# Your objective:
Give the number of lines in the following entries that contain the word "makeLand", with nothing added.
-- -- --
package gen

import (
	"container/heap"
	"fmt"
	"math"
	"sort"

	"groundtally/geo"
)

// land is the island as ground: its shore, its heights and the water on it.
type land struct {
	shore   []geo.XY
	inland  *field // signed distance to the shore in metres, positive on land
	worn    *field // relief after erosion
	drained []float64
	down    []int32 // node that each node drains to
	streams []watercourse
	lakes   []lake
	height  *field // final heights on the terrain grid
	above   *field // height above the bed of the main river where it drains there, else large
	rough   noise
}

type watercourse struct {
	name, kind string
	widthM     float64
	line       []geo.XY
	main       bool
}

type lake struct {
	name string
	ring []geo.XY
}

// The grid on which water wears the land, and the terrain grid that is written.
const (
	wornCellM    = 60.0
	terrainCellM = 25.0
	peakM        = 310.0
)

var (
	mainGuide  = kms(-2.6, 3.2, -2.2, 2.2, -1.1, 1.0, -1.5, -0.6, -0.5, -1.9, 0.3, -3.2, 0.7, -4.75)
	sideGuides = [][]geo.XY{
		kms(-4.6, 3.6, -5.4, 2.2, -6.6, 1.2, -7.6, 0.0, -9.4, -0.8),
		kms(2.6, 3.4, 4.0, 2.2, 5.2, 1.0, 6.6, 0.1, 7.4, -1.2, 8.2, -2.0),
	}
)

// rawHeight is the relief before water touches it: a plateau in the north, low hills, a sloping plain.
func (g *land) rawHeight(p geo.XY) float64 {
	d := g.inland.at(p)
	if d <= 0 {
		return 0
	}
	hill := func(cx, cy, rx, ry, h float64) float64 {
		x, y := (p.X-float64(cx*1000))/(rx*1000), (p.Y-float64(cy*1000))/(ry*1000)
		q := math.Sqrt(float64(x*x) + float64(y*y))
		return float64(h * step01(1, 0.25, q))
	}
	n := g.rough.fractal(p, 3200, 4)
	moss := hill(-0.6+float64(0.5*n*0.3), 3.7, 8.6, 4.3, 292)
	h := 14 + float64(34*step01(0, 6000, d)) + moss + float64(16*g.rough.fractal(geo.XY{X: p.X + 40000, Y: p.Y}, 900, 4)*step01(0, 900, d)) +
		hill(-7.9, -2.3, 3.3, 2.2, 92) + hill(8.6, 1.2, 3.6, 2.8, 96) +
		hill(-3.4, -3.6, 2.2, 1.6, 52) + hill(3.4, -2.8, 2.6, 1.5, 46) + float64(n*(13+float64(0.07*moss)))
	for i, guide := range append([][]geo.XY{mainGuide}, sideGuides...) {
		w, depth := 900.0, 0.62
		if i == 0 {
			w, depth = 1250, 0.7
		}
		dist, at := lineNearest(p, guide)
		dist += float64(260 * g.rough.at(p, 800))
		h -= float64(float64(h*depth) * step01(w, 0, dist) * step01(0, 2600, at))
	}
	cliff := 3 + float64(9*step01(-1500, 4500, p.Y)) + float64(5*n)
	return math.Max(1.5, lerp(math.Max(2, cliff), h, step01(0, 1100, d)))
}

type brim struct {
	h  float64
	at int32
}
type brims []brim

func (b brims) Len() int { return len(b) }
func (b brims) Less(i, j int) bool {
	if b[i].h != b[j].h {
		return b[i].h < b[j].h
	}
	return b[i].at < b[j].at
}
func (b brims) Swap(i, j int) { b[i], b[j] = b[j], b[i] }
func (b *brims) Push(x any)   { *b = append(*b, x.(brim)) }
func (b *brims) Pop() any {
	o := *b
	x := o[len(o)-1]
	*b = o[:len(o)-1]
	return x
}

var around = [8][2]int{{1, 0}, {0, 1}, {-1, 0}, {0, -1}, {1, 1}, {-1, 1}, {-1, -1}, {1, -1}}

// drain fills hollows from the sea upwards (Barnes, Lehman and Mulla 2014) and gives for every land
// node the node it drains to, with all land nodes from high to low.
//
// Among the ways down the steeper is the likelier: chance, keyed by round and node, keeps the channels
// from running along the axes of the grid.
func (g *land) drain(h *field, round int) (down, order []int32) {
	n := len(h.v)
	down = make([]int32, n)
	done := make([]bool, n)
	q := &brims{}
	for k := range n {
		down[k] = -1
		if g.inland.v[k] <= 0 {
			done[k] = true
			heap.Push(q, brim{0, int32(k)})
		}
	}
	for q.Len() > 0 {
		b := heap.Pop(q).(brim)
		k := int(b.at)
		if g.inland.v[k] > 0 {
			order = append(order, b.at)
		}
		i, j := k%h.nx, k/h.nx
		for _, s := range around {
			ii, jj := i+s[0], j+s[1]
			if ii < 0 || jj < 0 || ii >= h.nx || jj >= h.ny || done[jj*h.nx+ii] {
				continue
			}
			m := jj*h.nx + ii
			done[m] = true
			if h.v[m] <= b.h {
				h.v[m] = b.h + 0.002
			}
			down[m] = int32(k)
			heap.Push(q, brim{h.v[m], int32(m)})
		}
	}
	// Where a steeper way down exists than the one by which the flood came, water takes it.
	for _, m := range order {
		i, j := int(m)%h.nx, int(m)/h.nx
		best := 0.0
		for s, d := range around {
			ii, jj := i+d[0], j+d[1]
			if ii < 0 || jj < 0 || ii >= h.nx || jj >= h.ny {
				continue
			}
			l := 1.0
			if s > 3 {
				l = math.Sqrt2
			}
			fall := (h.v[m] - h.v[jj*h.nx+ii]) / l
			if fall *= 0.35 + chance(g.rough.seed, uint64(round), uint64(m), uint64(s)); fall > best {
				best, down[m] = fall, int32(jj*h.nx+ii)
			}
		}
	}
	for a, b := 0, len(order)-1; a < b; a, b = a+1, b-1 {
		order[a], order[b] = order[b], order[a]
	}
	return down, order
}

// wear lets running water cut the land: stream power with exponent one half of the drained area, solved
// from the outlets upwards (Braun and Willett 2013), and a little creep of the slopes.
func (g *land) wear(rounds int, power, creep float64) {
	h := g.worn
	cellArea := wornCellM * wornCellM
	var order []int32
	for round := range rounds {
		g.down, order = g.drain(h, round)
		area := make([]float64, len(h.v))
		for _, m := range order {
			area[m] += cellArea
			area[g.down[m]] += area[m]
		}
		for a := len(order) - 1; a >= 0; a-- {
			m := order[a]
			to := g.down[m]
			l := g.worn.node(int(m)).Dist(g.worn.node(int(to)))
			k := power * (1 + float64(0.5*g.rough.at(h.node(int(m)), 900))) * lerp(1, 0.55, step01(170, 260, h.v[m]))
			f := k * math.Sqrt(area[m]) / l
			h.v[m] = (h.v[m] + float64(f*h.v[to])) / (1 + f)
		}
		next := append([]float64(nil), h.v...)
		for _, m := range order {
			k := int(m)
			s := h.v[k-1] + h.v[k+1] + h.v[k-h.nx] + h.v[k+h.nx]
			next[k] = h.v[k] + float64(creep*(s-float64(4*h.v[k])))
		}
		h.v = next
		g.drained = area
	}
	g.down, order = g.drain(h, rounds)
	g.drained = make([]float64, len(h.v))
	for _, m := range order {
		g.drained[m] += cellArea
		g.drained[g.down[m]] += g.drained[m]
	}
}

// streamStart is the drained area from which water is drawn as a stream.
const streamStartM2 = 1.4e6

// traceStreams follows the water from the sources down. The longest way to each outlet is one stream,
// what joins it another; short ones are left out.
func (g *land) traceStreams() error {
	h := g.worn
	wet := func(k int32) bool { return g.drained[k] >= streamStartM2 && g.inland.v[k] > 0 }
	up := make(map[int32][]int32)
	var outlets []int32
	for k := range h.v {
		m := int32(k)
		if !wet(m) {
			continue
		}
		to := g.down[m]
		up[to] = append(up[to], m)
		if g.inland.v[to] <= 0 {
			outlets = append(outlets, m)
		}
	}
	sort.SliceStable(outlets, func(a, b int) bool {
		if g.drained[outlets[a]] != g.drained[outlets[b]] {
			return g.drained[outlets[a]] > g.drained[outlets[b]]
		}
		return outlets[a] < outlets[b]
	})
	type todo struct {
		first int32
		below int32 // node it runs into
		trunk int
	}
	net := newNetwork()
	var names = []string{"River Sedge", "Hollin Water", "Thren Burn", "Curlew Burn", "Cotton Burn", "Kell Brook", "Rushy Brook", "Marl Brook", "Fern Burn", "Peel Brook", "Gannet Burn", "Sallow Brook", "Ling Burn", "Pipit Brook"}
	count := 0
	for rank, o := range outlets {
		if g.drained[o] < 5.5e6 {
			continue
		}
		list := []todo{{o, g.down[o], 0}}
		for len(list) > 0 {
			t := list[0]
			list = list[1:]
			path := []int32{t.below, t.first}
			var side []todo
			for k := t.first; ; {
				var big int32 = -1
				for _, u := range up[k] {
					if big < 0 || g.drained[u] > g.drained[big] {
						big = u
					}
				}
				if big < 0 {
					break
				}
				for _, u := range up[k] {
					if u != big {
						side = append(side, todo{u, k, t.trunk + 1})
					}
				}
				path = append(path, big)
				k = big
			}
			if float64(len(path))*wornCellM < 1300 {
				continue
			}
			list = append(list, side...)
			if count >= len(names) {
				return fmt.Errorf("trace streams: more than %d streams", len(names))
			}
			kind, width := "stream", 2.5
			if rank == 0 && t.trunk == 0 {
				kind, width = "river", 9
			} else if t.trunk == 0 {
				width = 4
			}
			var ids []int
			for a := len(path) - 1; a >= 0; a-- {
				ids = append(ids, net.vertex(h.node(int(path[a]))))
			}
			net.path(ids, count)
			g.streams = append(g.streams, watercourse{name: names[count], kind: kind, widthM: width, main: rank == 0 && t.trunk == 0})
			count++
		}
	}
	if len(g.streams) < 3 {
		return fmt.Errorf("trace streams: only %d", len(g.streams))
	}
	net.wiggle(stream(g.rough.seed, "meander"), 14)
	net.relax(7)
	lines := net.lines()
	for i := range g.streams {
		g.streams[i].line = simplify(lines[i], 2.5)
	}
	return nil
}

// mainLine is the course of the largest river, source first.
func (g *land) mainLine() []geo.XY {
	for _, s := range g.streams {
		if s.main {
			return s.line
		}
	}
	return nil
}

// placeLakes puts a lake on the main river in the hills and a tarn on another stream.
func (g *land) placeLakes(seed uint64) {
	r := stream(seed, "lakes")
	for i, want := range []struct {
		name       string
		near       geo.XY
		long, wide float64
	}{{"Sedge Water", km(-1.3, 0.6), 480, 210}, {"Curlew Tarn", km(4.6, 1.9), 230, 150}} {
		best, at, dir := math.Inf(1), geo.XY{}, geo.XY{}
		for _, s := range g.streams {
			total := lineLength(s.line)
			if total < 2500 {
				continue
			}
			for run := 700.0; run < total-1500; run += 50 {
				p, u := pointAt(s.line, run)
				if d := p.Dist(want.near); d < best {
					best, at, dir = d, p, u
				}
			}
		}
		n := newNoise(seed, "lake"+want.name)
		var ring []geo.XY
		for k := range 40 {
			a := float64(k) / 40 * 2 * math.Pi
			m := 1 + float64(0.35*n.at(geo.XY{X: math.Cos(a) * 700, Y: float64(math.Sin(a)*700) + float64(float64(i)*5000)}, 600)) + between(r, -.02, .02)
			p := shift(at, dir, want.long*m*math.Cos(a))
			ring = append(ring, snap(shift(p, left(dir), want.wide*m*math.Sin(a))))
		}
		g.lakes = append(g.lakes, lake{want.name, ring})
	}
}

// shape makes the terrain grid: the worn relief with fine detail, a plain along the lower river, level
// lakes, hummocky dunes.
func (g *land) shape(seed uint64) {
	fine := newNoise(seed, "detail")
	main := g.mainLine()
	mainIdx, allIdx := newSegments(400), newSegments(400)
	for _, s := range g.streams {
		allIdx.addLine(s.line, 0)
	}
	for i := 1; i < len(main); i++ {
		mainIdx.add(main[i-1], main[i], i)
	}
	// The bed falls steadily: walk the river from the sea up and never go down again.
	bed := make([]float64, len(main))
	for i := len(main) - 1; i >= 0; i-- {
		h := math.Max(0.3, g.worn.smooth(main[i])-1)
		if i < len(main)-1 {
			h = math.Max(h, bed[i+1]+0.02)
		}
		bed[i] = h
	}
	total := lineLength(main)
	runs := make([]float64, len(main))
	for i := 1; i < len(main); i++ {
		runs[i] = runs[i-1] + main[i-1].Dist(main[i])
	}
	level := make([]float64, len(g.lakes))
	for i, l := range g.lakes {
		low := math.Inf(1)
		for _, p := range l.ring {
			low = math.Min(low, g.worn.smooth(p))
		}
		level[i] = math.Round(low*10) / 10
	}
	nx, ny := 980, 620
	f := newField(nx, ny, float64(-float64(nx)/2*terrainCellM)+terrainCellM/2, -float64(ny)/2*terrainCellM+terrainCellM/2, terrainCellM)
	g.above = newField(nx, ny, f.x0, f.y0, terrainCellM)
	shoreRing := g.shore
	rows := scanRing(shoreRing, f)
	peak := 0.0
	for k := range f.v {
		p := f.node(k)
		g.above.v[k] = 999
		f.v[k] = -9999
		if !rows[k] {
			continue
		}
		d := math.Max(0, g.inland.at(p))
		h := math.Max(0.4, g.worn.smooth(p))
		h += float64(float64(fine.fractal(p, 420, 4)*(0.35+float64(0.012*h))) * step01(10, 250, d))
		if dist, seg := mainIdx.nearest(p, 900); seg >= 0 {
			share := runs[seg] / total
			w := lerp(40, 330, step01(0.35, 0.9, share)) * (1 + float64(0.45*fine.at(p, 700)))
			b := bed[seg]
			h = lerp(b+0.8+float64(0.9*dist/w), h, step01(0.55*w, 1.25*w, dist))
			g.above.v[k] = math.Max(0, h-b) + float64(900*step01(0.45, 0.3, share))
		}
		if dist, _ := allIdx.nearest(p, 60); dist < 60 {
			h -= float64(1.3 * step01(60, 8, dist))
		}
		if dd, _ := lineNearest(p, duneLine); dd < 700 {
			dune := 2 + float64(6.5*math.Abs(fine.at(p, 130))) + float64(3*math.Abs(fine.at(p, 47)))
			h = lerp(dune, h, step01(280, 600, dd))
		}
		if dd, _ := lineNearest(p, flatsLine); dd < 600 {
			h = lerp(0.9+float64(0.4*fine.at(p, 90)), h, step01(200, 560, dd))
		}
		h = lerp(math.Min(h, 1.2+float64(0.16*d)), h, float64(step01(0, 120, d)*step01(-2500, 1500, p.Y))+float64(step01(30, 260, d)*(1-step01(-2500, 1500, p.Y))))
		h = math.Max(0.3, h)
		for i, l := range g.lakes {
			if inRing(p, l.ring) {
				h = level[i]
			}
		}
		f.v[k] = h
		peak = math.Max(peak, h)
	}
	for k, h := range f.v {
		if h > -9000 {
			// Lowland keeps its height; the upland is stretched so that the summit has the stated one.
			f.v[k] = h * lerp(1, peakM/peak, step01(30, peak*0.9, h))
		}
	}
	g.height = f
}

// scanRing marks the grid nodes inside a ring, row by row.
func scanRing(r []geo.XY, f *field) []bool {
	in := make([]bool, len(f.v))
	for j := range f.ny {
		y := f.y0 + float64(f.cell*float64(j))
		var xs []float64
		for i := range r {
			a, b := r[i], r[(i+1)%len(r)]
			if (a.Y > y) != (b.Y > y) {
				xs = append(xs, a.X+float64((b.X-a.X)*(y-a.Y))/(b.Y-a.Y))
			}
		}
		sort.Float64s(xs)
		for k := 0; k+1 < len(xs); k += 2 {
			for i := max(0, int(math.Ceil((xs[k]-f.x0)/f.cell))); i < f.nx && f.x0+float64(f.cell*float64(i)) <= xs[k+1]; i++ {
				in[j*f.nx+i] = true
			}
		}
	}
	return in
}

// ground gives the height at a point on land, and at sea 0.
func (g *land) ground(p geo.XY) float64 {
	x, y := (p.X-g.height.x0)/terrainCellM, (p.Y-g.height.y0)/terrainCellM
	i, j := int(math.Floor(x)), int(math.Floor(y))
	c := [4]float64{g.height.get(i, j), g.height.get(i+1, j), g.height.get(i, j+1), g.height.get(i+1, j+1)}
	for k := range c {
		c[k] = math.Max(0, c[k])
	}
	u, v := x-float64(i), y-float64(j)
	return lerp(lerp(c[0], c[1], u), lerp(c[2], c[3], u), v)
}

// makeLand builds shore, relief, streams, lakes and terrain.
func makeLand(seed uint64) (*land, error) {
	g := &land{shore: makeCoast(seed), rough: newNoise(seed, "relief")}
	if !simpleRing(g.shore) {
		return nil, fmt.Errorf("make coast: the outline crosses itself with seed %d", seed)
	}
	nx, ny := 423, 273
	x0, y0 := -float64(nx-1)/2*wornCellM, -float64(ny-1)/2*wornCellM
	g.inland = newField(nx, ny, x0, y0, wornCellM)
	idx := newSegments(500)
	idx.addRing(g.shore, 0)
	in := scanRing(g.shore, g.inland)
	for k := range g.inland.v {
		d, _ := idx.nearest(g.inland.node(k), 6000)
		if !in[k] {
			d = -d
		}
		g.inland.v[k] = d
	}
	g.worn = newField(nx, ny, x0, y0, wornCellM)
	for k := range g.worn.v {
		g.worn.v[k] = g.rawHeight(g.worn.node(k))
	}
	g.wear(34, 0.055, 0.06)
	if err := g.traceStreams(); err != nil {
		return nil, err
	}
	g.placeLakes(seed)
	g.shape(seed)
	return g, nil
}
-- -- --
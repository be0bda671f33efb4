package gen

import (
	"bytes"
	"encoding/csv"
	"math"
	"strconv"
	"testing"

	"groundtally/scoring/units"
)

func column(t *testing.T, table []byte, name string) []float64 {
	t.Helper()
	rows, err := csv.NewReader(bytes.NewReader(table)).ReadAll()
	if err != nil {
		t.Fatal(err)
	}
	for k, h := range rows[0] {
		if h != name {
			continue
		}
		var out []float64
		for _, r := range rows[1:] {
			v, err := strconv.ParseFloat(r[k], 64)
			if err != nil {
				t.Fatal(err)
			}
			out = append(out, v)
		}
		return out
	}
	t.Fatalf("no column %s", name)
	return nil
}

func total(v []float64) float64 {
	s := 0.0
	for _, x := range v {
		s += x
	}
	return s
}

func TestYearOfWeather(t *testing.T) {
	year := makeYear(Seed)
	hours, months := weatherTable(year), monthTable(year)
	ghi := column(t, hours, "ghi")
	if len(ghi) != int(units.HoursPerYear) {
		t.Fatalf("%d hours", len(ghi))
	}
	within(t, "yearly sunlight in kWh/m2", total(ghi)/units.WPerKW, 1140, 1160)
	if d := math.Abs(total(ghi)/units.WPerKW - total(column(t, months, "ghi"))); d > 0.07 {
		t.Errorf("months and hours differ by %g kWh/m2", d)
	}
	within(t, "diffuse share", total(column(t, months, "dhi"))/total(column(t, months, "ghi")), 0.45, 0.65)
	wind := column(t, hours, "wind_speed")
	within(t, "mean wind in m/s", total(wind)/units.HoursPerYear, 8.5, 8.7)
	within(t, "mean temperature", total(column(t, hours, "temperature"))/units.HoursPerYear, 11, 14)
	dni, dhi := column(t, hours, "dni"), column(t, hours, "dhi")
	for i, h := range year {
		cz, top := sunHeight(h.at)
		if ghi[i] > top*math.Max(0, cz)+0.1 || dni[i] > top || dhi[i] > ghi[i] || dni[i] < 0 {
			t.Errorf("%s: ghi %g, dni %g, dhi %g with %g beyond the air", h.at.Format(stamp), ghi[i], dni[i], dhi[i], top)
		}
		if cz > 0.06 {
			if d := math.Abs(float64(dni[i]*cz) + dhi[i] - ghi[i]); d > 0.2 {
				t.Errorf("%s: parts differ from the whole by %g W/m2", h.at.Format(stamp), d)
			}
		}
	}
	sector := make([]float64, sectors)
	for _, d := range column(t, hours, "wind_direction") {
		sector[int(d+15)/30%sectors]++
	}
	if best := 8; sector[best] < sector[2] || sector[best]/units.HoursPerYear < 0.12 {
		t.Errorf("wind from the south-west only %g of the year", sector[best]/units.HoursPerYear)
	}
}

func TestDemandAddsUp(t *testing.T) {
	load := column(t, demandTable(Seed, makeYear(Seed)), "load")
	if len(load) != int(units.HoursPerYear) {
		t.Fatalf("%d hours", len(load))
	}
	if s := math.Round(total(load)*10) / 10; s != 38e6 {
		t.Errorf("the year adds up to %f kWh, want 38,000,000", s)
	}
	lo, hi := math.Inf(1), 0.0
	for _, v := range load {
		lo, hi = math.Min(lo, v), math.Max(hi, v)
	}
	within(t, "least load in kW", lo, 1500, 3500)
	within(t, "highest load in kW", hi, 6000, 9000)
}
-- -- --
# Response below:
2